SOURCE RECORDS Start Marker

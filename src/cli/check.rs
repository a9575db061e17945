//! `lodeshaft check`: reads files and shows their trains; runs nothing.

use super::status::Status;
use super::{Common, Format, streams};
use crate::analysis::{study, train, transient};
use crate::diagnostic::Diagnostics;
use crate::render::{self, json};
use crate::scenario::Source;
use clap::Args;
use serde_json::Value;
use std::path::{Path, PathBuf};

/// What `check` takes.
#[derive(Debug, Args)]
pub struct CheckArguments {
    /// The scenarios; `-` reads standard input.
    #[arg(required = true)]
    pub files: Vec<PathBuf>,
}

/// Runs the command.
pub fn run(arguments: &CheckArguments, common: &Common) -> Status {
    let mut status = Status::Done;
    let mut reports = Vec::new();
    for (index, file) in arguments.files.iter().enumerate() {
        let (own, text, report) = check(file, common);
        status = status.max(own);
        reports.push((file.display().to_string(), report));
        if common.format == Format::Text && !common.quiet && !text.is_empty() {
            let gap = if index > 0 { "\n" } else { "" };
            status = streams::print(&format!("{gap}{text}"), status);
        }
    }
    if common.format == Format::Json {
        let files = json::named(reports.iter().map(|(name, it)| (name.as_str(), it.clone())));
        return streams::print(&json::pretty(&json::named([("files", files)])), status);
    }
    status
}

fn check(file: &Path, common: &Common) -> (Status, String, Value) {
    let loaded = match study::load(file, &common.sets) {
        Ok(plan) => plan.loaded,
        Err(failure) => return at_fault(&failure.source, &failure.diagnostics),
    };
    let mut found = loaded.warnings.clone();
    match transient::prepare(&loaded.scenario) {
        Err(more) => {
            found.extend(more);
            at_fault(&loaded.source, &found)
        }
        Ok(equations) => {
            found.extend(equations.model.warnings.clone());
            for (path, message) in &equations.warnings {
                found.warning(path.as_str(), message.as_str());
            }
            streams::tell(&loaded.source.render(&found));
            let figures = train::figures(&equations.model);
            let text = render::train::text(&loaded.source.name, &loaded.scenario, &figures);
            let mut report = json::named([
                ("accepted", Value::from(true)),
                ("messages", messages(&loaded.source, &found)),
            ]);
            if let (Value::Object(all), Value::Object(more)) =
                (&mut report, render::train::to_json(&loaded.scenario, &figures))
            {
                all.extend(more);
            }
            (Status::Done, text, report)
        }
    }
}

fn at_fault(source: &Source, found: &Diagnostics) -> (Status, String, Value) {
    streams::tell(&source.render(found));
    let report =
        json::named([("accepted", Value::from(false)), ("messages", messages(source, found))]);
    (Status::Fault, String::new(), report)
}

fn messages(source: &Source, found: &Diagnostics) -> Value {
    let list = found.iter().map(|entry| {
        let place = source.place(entry);
        json::named([
            ("severity", Value::from(entry.severity.to_string())),
            ("path", Value::from(entry.path.as_str())),
            ("text", Value::from(entry.message.as_str())),
            ("hint", entry.hint.as_deref().map_or(Value::Null, Value::from)),
            ("line", place.map_or(Value::Null, |(line, _)| Value::from(line))),
            ("column", place.map_or(Value::Null, |(_, column)| Value::from(column))),
        ])
    });
    Value::Array(list.collect())
}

SOURCE RECORDS End Marker

▸ TASK DESCRIPTION
Select and copy each line from the data that includes the word "messages".

▸ WRITTEN SOLUTION
                ("messages", messages(&loaded.source, &found)),
        json::named([("accepted", Value::from(false)), ("messages", messages(source, found))]);
fn messages(source: &Source, found: &Diagnostics) -> Value {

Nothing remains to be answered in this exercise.